> [Work instruction] Reproduce the first line of the entries that follow and each later line, word for word, ending with the one containing "figure of records".
Top of Given records
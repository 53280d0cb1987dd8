"""Curves in time: contributions of mass sources at one site, stacked; the mass record of every source."""

from typing import NamedTuple

import numpy as np
import pandas as pd
from matplotlib.artist import Artist
from matplotlib.axes import Axes
from matplotlib.dates import AutoDateLocator, ConciseDateFormatter, date2num
from matplotlib.figure import Figure
from matplotlib.lines import Line2D
from matplotlib.patches import Patch
from matplotlib.ticker import FixedFormatter, FixedLocator, MaxNLocator
from numpy.typing import NDArray

from massfingerprint.errors import InputError
from massfingerprint.figures import look
from massfingerprint.figures._text import POINTS, page, size_inches, wrapped
from massfingerprint.vocabulary import readable

Array = NDArray[np.float64]
Times = NDArray[np.datetime64]
_COLUMNS = 4  # panels beside each other in the figure of records
_BAND = 0.28  # opacity of a band in the colour of its line
_VEIL = 0.5  # opacity of the white band over coloured areas
_GAP = 1.7  # times the usual step of the record
_BODY, _ABOVE = 3.45, 0.08  # inches: the stacked figure without title and small print, and free above its axes
_TALL, _BETWEEN, _AXIS = 0.84, 0.16, 0.22  # inches: a panel, free between panels, for the years below
_PANEL_SIZE = look.SMALL_SIZE + 0.5
_MOST = 16  # areas that can still be told apart
_MARGIN = 0.01  # of the record, free at both ends
# what is tried, first to last, until a legend fits: size of type, lines of a name
_LEGEND = ((look.SMALL_SIZE + 0.5, 2), (look.SMALL_SIZE, 2), (look.SMALL_SIZE, 1), (look.SMALL_SIZE - 1.0, 1))
_YEAR_STEPS = (1, 2, 5, 10, 20, 50, 100, 200, 500)


def contributions(
    parts: pd.DataFrame, total: pd.DataFrame, *, title: str, caption: str, interval: str = "1 sigma", since: str
) -> Figure:
    """Draw what each mass source adds to relative sea level at a site, stacked, with the total and its band.

    Parameters
    ----------
    parts : DataFrame (time, source)
        mm, positive = rise; a time at which any source has no value is a gap. Beyond 16 sources the smallest are drawn as one.
    total : DataFrame (time)
        Columns ``value``, ``half_width``, mm.
    title, caption : str
        Head and small print.
    interval : str
        What the band stands for.
    since : str
        Where the values start from 0.

    Returns
    -------
    Figure
        Page width.

    Raises
    ------
    InputError
        If the times of both differ or are not in order, a column is missing, or a value is infinite or no number.
    """
    figure, low = page(_BODY, title=title, caption=caption)
    high, left, across, under = float(figure.get_figheight()), 0.75, 4.42, 0.3
    axes = figure.add_axes(
        (left / look.PAGE, (low + under) / high, across / look.PAGE, (_BODY - under - _ABOVE) / high)
    )
    handles = draw_contributions(axes, parts, total, interval=interval, since=since)
    draw_legend(figure, handles, corner=(left + across + 0.12, low + _BODY - _ABOVE), room=(1.83, _BODY - _ABOVE))
    return figure


def draw_contributions(
    axes: Axes, parts: pd.DataFrame, total: pd.DataFrame, *, interval: str, since: str
) -> list[Artist]:
    """Stack contributions on axes; returns the handles of a legend, top of the stack first."""
    _check_contributions(parts, total)
    stack = _stack(parts)
    alone = _alone(stack.whole)
    rising: list[Artist] = []
    falling: list[Artist] = []
    for name, colour, value, ends in zip(stack.names, stack.colours, stack.last, stack.ends, strict=True):
        for low, high in ends:
            if np.any(high > low):
                axes.fill_between(stack.times, low, high, color=colour, linewidth=0.0, gid=name)
            if np.any((high > low)[alone]):
                axes.vlines(stack.times[alone], low[alone], high[alone], color=colour, linewidth=1.0)
        (rising if value >= 0.0 else falling).append(Patch(color=colour, label=readable(name), linewidth=0.0))
    times, columns = _with_gaps(_times(total.index), total[["value", "half_width"]].to_numpy(dtype=float))
    _line(axes, times, *columns.T, colours=(look.INK, look.PAPER))
    axes.axhline(0.0, color=look.QUIET, linewidth=0.6)
    room = size_inches(axes)[1] + 0.25
    axes.set_ylabel(wrapped(f"relative sea level since {since} [mm]", room, look.TEXT_SIZE))
    _time_axis(axes, _times(total.index), most=7)
    if not stack.whole.any():
        words = "no time at which every source has a value"
        axes.text(0.5, 0.75, words, transform=axes.transAxes, ha="center", va="center", color=look.QUIET)
    line = Line2D([], [], color=look.INK, linewidth=1.1, label="all sources")
    band = Patch(facecolor=look.PAPER, edgecolor=look.INK, label=f"+- {interval}", linewidth=0.4)
    return [line, band, *reversed(rising), *falling]


def draw_legend(
    figure: Figure, handles: list[Artist], *, corner: tuple[float, float], room: tuple[float, float]
) -> None:
    """Legend right of the curves: ``corner`` (left, top) and ``room`` (width, height) in inches; long names on two lines."""
    words, widest = [str(handle.get_label()) for handle in handles], room[0]
    for size, most in _LEGEND:
        labels = [wrapped(word, widest - 2.1 * size / POINTS, size, lines=most) for word in words]
        lines = sum(label.count("\n") + 1 for label in labels)
        if (1.12 * lines + 0.3 * len(labels)) * size / POINTS <= room[1]:
            break
    across, high = figure.get_size_inches()
    figure.legend(
        handles=handles,
        labels=labels,
        loc="upper left",
        bbox_to_anchor=(corner[0] / across, corner[1] / high),
        fontsize=size,
        borderaxespad=0.0,
        borderpad=0.0,
        handlelength=1.3,
        handletextpad=0.6,
        labelspacing=0.3,
    )


class _Stack(NamedTuple):
    """Areas from the zero line outwards: at each side a low and a high edge per source, NaN where nothing is drawn."""

    times: Times
    whole: NDArray[np.bool_]
    names: list[str]
    colours: list[str]
    last: Array
    ends: list[tuple[tuple[Array, Array], tuple[Array, Array]]]


def _stack(parts: pd.DataFrame) -> _Stack:
    times, values = _with_gaps(_times(parts.index), parts.to_numpy(dtype=float))
    whole = np.asarray(np.isfinite(values).all(axis=1))
    values[~whole] = np.nan
    last = values[whole][-1] if whole.any() else np.zeros(values.shape[1])
    order = np.argsort(-np.abs(last), kind="stable")
    sources = [str(name) for name in parts.columns]
    shades = look.source_colours(sources)
    names, colours = [sources[n] for n in order], [shades[sources[n]] for n in order]
    values, last = values[:, order], last[order]
    if len(names) > _MOST:
        keep = _MOST - 1
        names = [*names[:keep], f"{len(names) - keep} smaller sources"]
        colours = [*colours[:keep], look.FAINT]
        values = np.column_stack([values[:, :keep], values[:, keep:].sum(axis=1)])
        last = np.append(last[:keep], last[keep:].sum())
    up, down = np.maximum(values, 0.0), np.minimum(values, 0.0)
    tops, floors = np.cumsum(up, axis=1), np.cumsum(down, axis=1)
    ends = [((tops[:, n] - up[:, n], tops[:, n]), (floors[:, n], floors[:, n] - down[:, n])) for n in range(len(names))]
    return _Stack(times, whole, names, colours, last, ends)


def ledger_curves(
    mass: pd.DataFrame, half_width: pd.DataFrame, *, title: str, caption: str, interval: str = "1 sigma"
) -> Figure:
    """Draw cumulative mass change of every source, one panel each, with its band.

    Parameters
    ----------
    mass, half_width : DataFrame (time, source)
        Gt, negative = loss; NaN is a gap.
    title, caption : str
        Head and small print.
    interval : str
        What the band stands for.

    Returns
    -------
    Figure
        Page width, panels of one height.

    Raises
    ------
    InputError
        If both do not have the same times and sources, times are not in order, or a value is infinite or no number.
    """
    _check_frame(mass, "mass")
    _check_frame(half_width, "half_width")
    if not mass.index.equals(half_width.index) or list(mass.columns) != list(half_width.columns):
        raise InputError("half_width: must have the same times and sources as mass. Align them first.")
    across = min(_COLUMNS, mass.shape[1])
    pitch = (look.PAGE - 0.22) / across
    wide, tall = pitch - 0.54, _TALL if mass.shape[1] > across else 2.0 * _TALL
    names = [wrapped(readable(str(name)), pitch - 0.12, _PANEL_SIZE) for name in mass.columns]
    heads = [max(name.count("\n") + 1 for name in names[n : n + across]) for n in range(0, len(names), across)]
    steps = [tall + _BETWEEN + 0.13 * lines for lines in heads]
    figure, low = page(sum(steps) + _AXIS, title=title, caption=f"Band: {interval}. {caption}")
    high, shades = float(figure.get_figheight()), look.source_colours([str(name) for name in mass.columns])
    for number, name in enumerate(mass.columns):
        row, column = divmod(number, across)
        left, bottom = 0.7 + pitch * column, low + _AXIS + sum(steps[row + 1 :])
        axes = figure.add_axes((left / look.PAGE, bottom / high, wide / look.PAGE, tall / high))
        axes.set_title(names[number], fontsize=_PANEL_SIZE, x=-0.42 / wide, y=1.0 + 0.06 / tall, pad=0.0)
        _record(axes, mass[name], half_width[name], colour=shades[str(name)])
        axes.xaxis.set_visible(number + across >= mass.shape[1])
    middle = (low + _AXIS + 0.5 * sum(steps)) / high
    figure.text(0.012, middle, "mass change [Gt]", rotation="vertical", va="center", ha="left")
    return figure


def _record(axes: Axes, mass: pd.Series, half_width: pd.Series, *, colour: str) -> None:
    """One panel."""
    both = np.column_stack([mass.to_numpy(dtype=float), half_width.to_numpy(dtype=float)])
    times, columns = _with_gaps(_times(mass.index), both)
    _line(axes, times, *columns.T, colours=(colour, colour))
    axes.axhline(0.0, color=look.FAINT, linewidth=0.5, zorder=0)
    axes.tick_params(labelsize=look.SMALL_SIZE, length=2.0, pad=2.0)
    _time_axis(axes, _times(mass.index), most=4)
    low, high = axes.get_ylim()
    axes.set_ylim(low, high)
    years = axes.xaxis.get_majorticklocs()
    axes.vlines(years, low, high, color=look.FAINT, linewidth=0.4, zorder=0, gid="years")
    ticks = MaxNLocator(3).tick_values(low, high)
    axes.yaxis.set_major_locator(FixedLocator([tick for tick in ticks if low <= tick <= high]))
    for axis in (axes.xaxis, axes.yaxis):
        axis.set_label_coords(0.0, 0.0)  # there is no label; its place need not be looked for, which takes long


def _line(axes: Axes, times: Times, value: Array, half_width: Array, *, colours: tuple[str, str]) -> None:
    """A line and its band in two colours; a value between two gaps is a dot, its band an upright."""
    line, band = colours
    veil = band == look.PAPER
    opacity, edge = (_VEIL, line) if veil else (_BAND, "none")
    low, high = value - half_width, value + half_width
    axes.fill_between(times, low, high, facecolor=band, alpha=opacity, linewidth=0.0, gid="band")
    if veil:  # on white paper a white band would not be seen
        axes.plot(times, np.column_stack([low, high]), color=edge, linewidth=0.4, gid="band edge")
    axes.plot(times, value, color=line, linewidth=1.1, gid="total")
    alone = _alone(np.isfinite(value))
    if alone.any():
        axes.vlines(times[alone], low[alone], high[alone], color=line, linewidth=0.6)
        axes.plot(times[alone], value[alone], color=line, marker="o", markersize=1.8, linestyle="none")


def _alone(there: NDArray[np.bool_]) -> NDArray[np.bool_]:
    """Where something is there with nothing beside it."""
    padded = np.concatenate([[False], there, [False]])
    return there & ~padded[:-2] & ~padded[2:]


def _times(index: pd.Index) -> Times:
    """Times without a zone."""
    return np.asarray(pd.DatetimeIndex(index).tz_localize(None).to_numpy())


def _with_gaps(times: Times, columns: Array) -> tuple[Times, Array]:
    """The same with an empty row in every step longer than the record's usual one: a gap is not drawn across."""
    steps = np.diff(times)
    if steps.size < 2:
        return times, columns.copy()
    wide = np.flatnonzero(steps > _GAP * np.median(steps))
    return np.insert(times, wide + 1, times[wide] + steps[wide] // 2), np.insert(columns, wide + 1, np.nan, axis=0)


def _time_axis(axes: Axes, times: Times, *, most: int) -> None:
    """Whole years below the axis, few enough to be read; months where the record is short."""
    days = np.asarray(date2num(times[[0, -1]]))
    spare = 15.0 if times.size == 1 else _MARGIN * (days[1] - days[0])
    limits = float(days[0] - spare), float(days[1] + spare)
    axes.set_xlim(*limits)
    first, last = (int(str(time.astype("datetime64[Y]"))) for time in times[[0, -1]])
    step = next((step for step in _YEAR_STEPS if (last - first) / step <= most), _YEAR_STEPS[-1])
    years = [year for year in range(first, last + 2) if year % step == 0]
    places = np.asarray(date2num(np.array([f"{year:04d}" for year in years], dtype="datetime64[D]")), dtype=float)
    inside = (places >= limits[0]) & (places <= limits[1])
    if inside.sum() >= 2:
        axes.xaxis.set_major_locator(FixedLocator(list(places[inside])))
        axes.xaxis.set_major_formatter(FixedFormatter([str(y) for y, here in zip(years, inside, strict=True) if here]))
        return
    locator = AutoDateLocator(minticks=2, maxticks=most)
    axes.xaxis.set_major_locator(locator)
    axes.xaxis.set_major_formatter(ConciseDateFormatter(locator, show_offset=False))


def _check_contributions(parts: pd.DataFrame, total: pd.DataFrame) -> None:
    missing = [name for name in ("value", "half_width") if name not in total]
    if missing:
        raise InputError(f"total: lacks the column {missing[0]}. Give value and half_width.")
    _check_frame(parts, "parts")
    _check_frame(total[["value", "half_width"]], "total")
    if not parts.index.equals(total.index):
        raise InputError("parts: must have sources as columns and the same times as total. Align them first.")


def _check_frame(frame: pd.DataFrame, argument: str) -> None:
    """Refuse what is no table of numbers in time."""
    if frame.empty:
        raise InputError(f"{argument}: is empty. Give at least one time and one column.")
    index = frame.index
    if (
        not isinstance(index, pd.DatetimeIndex)
        or index.hasnans
        or not (index.is_monotonic_increasing and index.is_unique)
    ):
        raise InputError(
            f"{argument}: rows must be times in rising order, each once, got {type(index).__name__}. Sort them."
        )
    twice = frame.columns[frame.columns.duplicated()]
    if len(twice):
        raise InputError(f"{argument}: has two columns {str(twice[0])!r}. Give every column its own name.")
    for name in frame.columns:
        column = frame[name]
        if not pd.api.types.is_numeric_dtype(column.dtype) or np.isinf(column.to_numpy(dtype=float)).any():
            raise InputError(
                f"{argument}: column {str(name)!r} must hold finite numbers, or NaN for none. Convert it first."
            )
Bottom of Given records
> [Task answer]
repository 53280d0cb1987dd8
"""Curves in time: contributions of mass sources at one site, stacked; the mass record of every source."""

from typing import NamedTuple

import numpy as np
import pandas as pd
from matplotlib.artist import Artist
from matplotlib.axes import Axes
from matplotlib.dates import AutoDateLocator, ConciseDateFormatter, date2num
from matplotlib.figure import Figure
from matplotlib.lines import Line2D
from matplotlib.patches import Patch
from matplotlib.ticker import FixedFormatter, FixedLocator, MaxNLocator
from numpy.typing import NDArray

from massfingerprint.errors import InputError
from massfingerprint.figures import look
from massfingerprint.figures._text import POINTS, page, size_inches, wrapped
from massfingerprint.vocabulary import readable

Array = NDArray[np.float64]
Times = NDArray[np.datetime64]
_COLUMNS = 4  # panels beside each other in the figure of records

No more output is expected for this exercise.